Abstract
Some properties of planetary Rossby waves and zonal flow acceleration by them on a β-plane are investigated analytically by using the two-scale method. The zonal flow (u) is assumed to be westerly channel flow and is allowed to have both lateral and (small) vertical shear. We also assume u=0 at two zonal walls.
It is shown that the lateral structure of planetary waves has the following properties: The lateral scale of planetary waves is larger than that of the mean zonal flow. When the zonal flow is weak, the maximum of the wave amplitude appears at a latitude different from that of the maximum zonal wind and, as the zonal wind speed increases, the lateral profile of the wave amplitude becomes close to that of the mean flow. In general, the phase lags in latitudes where the zonal flow is fast in a positive vertical shear flow and it leads there in a dissipative medium. In an asymmetric (with respect to the center of the flow channel) flow, the phase maximum of dissipative waves shifts toward the jet side for a weak zonal flow and toward the opposite side of the jet for a strong mean flow. It is also found that, the stronger is the mean zonal flow, the smaller is the phase inclination with latitude.
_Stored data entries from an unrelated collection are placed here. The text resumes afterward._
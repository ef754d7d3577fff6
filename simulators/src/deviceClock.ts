/**
 * A device's clock: the true event time plus a start offset and a steady drift.
 *   t_device = t + offset + drift_ppm 1e-6 (t - t_start)
 * A drift of 35 ppm gains about 3 s a day (a cheap crystal, common practice).
 */
export interface DeviceClockOptions {
  /** True event time the clock was set, ms since the Unix epoch. */
  startMs: number;
  /** Offset at the start, s. */
  offsetS: number;
  /** Drift, parts per million (positive runs fast). */
  driftPpm: number;
}

/** The device-clock time at true time `timeMs`, ms. */
export function deviceTimeMs(options: DeviceClockOptions, timeMs: number): number {
  return timeMs + options.offsetS * 1000 + options.driftPpm * 1e-6 * (timeMs - options.startMs);
}
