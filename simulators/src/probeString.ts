/**
 * A simulated probe string: RH and temperature sensors at set depths in the element, sampling the
 * hidden truth at an interval and sending one SenML pack per sample. Each sensor has its own bias,
 * noise and resolution; a pack is lost now and then; the device clock drifts; scripted faults
 * make a sensor stick (it repeats its last value) or the device fall silent.
 */
import type { HiddenTruth } from './hiddenTruth.ts';
import { deviceTimeMs } from './deviceClock.ts';
import type { ScenarioFault, ScenarioProbeString } from './scenarioSchema.ts';
import { seededRandom } from './seededRandom.ts';
import type { SeededRandom } from './seededRandom.ts';
import { quantise, senmlPack } from './senmlPack.ts';
import type { SenmlRecord } from './senmlPack.ts';

/** Highest RH a probe reports, %: capacitive sensors read a little over 100 near saturation (common practice). */
export const PROBE_RH_CEILING_PERCENT = 102;

/** Why a sample sent nothing. */
export type SkipReason = 'dropout' | 'silence';

/** What one sample produced. */
export type ProbeSample = { pack: SenmlRecord[] } | { skipped: SkipReason };

export class ProbeStringSimulator {
  readonly device: string;
  readonly intervalS: number;
  readonly #spec: ScenarioProbeString;
  readonly #random: SeededRandom;
  readonly #startMs: number;
  readonly #stuckFromMs = new Map<string, number>();
  readonly #silences: { fromMs: number; toMs: number }[] = [];
  readonly #lastValue = new Map<string, number>();

  /**
   * @param spec - the probe string as the scenario gives it
   * @param seed - scenario seed (the device draws its own stream from it)
   * @param startMs - event time the device clock was set, ms
   * @param faults - the scenario's faults; those naming this device apply
   */
  constructor(
    spec: ScenarioProbeString,
    seed: number,
    startMs: number,
    faults: readonly ScenarioFault[] = [],
  ) {
    this.device = spec.device;
    this.intervalS = spec.intervalS;
    this.#spec = spec;
    this.#random = seededRandom(seed, spec.device);
    this.#startMs = startMs;
    for (const fault of faults) {
      if (fault.device !== spec.device) continue;
      if (fault.kind === 'stuck') this.#stuckFromMs.set(fault.sensor, Date.parse(fault.fromAt));
      else
        this.#silences.push({
          fromMs: Date.parse(fault.fromAt),
          toMs: fault.toAt === undefined ? Number.POSITIVE_INFINITY : Date.parse(fault.toAt),
        });
    }
  }

  /**
   * Samples the truth at event time `timeMs` (the truth must have been advanced to it).
   * Draws the same random numbers whether or not the pack is lost, so a fault does not shift
   * the noise of later samples.
   */
  sample(timeMs: number, truth: HiddenTruth): ProbeSample {
    const lost = this.#random.uniform() < this.#spec.dropoutProbability;
    const measurements = this.#spec.sensors.map((sensor) => {
      const trueValue =
        sensor.quantity === 'rh'
          ? truth.relativeHumidityPercentAt(sensor.depthMm)
          : truth.temperatureCAt(sensor.depthMm);
      const noisy = this.#random.normal(trueValue + sensor.bias, sensor.noiseSd);
      let value = quantise(
        sensor.quantity === 'rh' ? Math.min(PROBE_RH_CEILING_PERCENT, Math.max(0, noisy)) : noisy,
        sensor.quantum,
      );
      const stuckFrom = this.#stuckFromMs.get(sensor.sensor);
      const last = this.#lastValue.get(sensor.sensor);
      if (stuckFrom !== undefined && timeMs >= stuckFrom && last !== undefined) value = last;
      return {
        sensor: sensor.sensor,
        unit: sensor.quantity === 'rh' ? '%RH' : 'Cel',
        value,
      };
    });
    if (this.#silences.some((silence) => timeMs >= silence.fromMs && timeMs < silence.toMs)) {
      return { skipped: 'silence' };
    }
    if (lost) return { skipped: 'dropout' };
    for (const measurement of measurements)
      this.#lastValue.set(measurement.sensor, measurement.value);
    const clock = {
      startMs: this.#startMs,
      offsetS: this.#spec.clockOffsetS,
      driftPpm: this.#spec.clockDriftPpm,
    };
    return {
      pack: senmlPack(this.device, deviceTimeMs(clock, timeMs), measurements, this.intervalS),
    };
  }
}
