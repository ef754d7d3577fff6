/**
 * A scenario folder: `simulators/scenarios/<name>/scenario.json` (what the simulators play) and
 * `run.json` (the run configuration a user would give the server). Loading checks both files
 * and that they agree on what the server can know: the site's devices, sensors, depths,
 * quantities, the element's thickness and the placement time.
 */
import { readFileSync } from 'node:fs';
import { dirname, isAbsolute, join, resolve } from 'node:path';
import { fileURLToPath } from 'node:url';
import { ValidationError } from '../../server/src/config/index.ts';
import { parseRunConfig } from '../../server/src/config/index.ts';
import type { RunConfig } from '../../server/src/config/index.ts';
import { parseScenario } from './scenarioSchema.ts';
import type { Scenario } from './scenarioSchema.ts';

/** The folder holding the shipped scenarios. */
export const SCENARIOS_DIR = resolve(dirname(fileURLToPath(import.meta.url)), '..', 'scenarios');

/** The scenario `npm run demo` plays. */
export const DEMO_SCENARIO = 'level3-topping';

export interface ScenarioFolder {
  folder: string;
  scenario: Scenario;
  /** run.json as written (what is posted to the server). */
  runConfigInput: unknown;
  /** run.json validated by the server's schema, defaults filled in. */
  runConfig: RunConfig;
}

function readJson(path: string, what: string): unknown {
  let text: string;
  try {
    text = readFileSync(path, 'utf8');
  } catch (error) {
    throw new ValidationError(what, [`cannot be read at ${path}: ${(error as Error).message}`]);
  }
  try {
    return JSON.parse(text) as unknown;
  } catch (error) {
    throw new ValidationError(what, [`${path} must be JSON: ${(error as Error).message}`]);
  }
}

/**
 * Loads a scenario folder by name (under SCENARIOS_DIR) or path.
 *
 * @throws ValidationError naming the file, field, rule and value of every problem
 */
export function loadScenarioFolder(nameOrPath: string): ScenarioFolder {
  const folder =
    isAbsolute(nameOrPath) || nameOrPath.includes('/')
      ? resolve(nameOrPath)
      : join(SCENARIOS_DIR, nameOrPath);
  const scenario = parseScenario(readJson(join(folder, 'scenario.json'), 'scenario.json'));
  const runConfigInput = readJson(join(folder, 'run.json'), 'run.json');
  const runConfig = parseRunConfig(runConfigInput);
  const problems = scenarioRunMismatches(scenario, runConfig);
  if (problems.length > 0) throw new ValidationError(`scenario ${scenario.name}`, problems);
  return { folder, scenario, runConfigInput, runConfig };
}

/**
 * Lists where a scenario and its run configuration disagree, one line each: every simulated
 * sensor must be in the run with the same quantity and depth and every run sensor simulated;
 * thickness, drying case, placement time, weather device, mast height and sensor names must match.
 */
export function scenarioRunMismatches(scenario: Scenario, run: RunConfig): string[] {
  const problems: string[] = [];
  const expect = (field: string, scenarioValue: unknown, runValue: unknown) => {
    if (scenarioValue !== runValue) {
      problems.push(
        `${field} must equal run.json's: scenario has ${JSON.stringify(scenarioValue)}, run.json ${JSON.stringify(runValue)}`,
      );
    }
  };
  expect('truth.thicknessMm', scenario.truth.thicknessMm, run.element.thicknessMm);
  expect('truth.drying', scenario.truth.drying, run.element.drying);
  expect('truth.placedAt', Date.parse(scenario.truth.placedAt), Date.parse(run.placedAt));
  expect('weather.device', scenario.weather.device, run.weather.device);
  expect('weather.mastHeightM', scenario.weather.mastHeightM, run.weather.mastHeightM);
  for (const quantity of Object.keys(
    run.weather.sensors,
  ) as (keyof RunConfig['weather']['sensors'])[]) {
    expect(
      `weather.sensors.${quantity}`,
      scenario.weather.sensors[quantity],
      run.weather.sensors[quantity],
    );
  }
  const runProbes = new Map(run.probes.map((probe) => [`${probe.device}/${probe.sensor}`, probe]));
  const simulated = new Set<string>();
  scenario.probeStrings.forEach((probeString, index) =>
    probeString.sensors.forEach((sensor, sensorIndex) => {
      const key = `${probeString.device}/${sensor.sensor}`;
      simulated.add(key);
      const field = `probeStrings[${index}].sensors[${sensorIndex}]`;
      const probe = runProbes.get(key);
      if (probe === undefined) {
        problems.push(`${field} (${key}) must be one of run.json's probes: it is not`);
        return;
      }
      expect(`${field}.quantity`, sensor.quantity, probe.quantity);
      expect(`${field}.depthMm`, sensor.depthMm, probe.depthMm);
    }),
  );
  for (const key of runProbes.keys()) {
    if (!simulated.has(key))
      problems.push(`run.json probe ${key} must be simulated: no probe string sends it`);
  }
  return problems;
}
The zonal flow acceleration by dissipative waves in a symmetric jet flow has the following nature: When the zonal flow is intense and the jet is sharp, the easterly acceleration is largest near the jet latitude. Except in such cases, the easterly acceleration is largest near boundaries. In an asymmetric jet flow, the jet shifts toward a lateral boundary for a weak zonal flow and toward the center for a strong zonal flow.
Thus, planetary waves and the associated zonal flow acceleration show the distinct differences in their properties depending on the magnitude of the zonal wind speed. Moreover, the inclination of the latitudinal phase of planetary waves and the lateral profile of the zonal flow acceleration are sensitive to the ratio of the radiative damping rate to the mechanical one.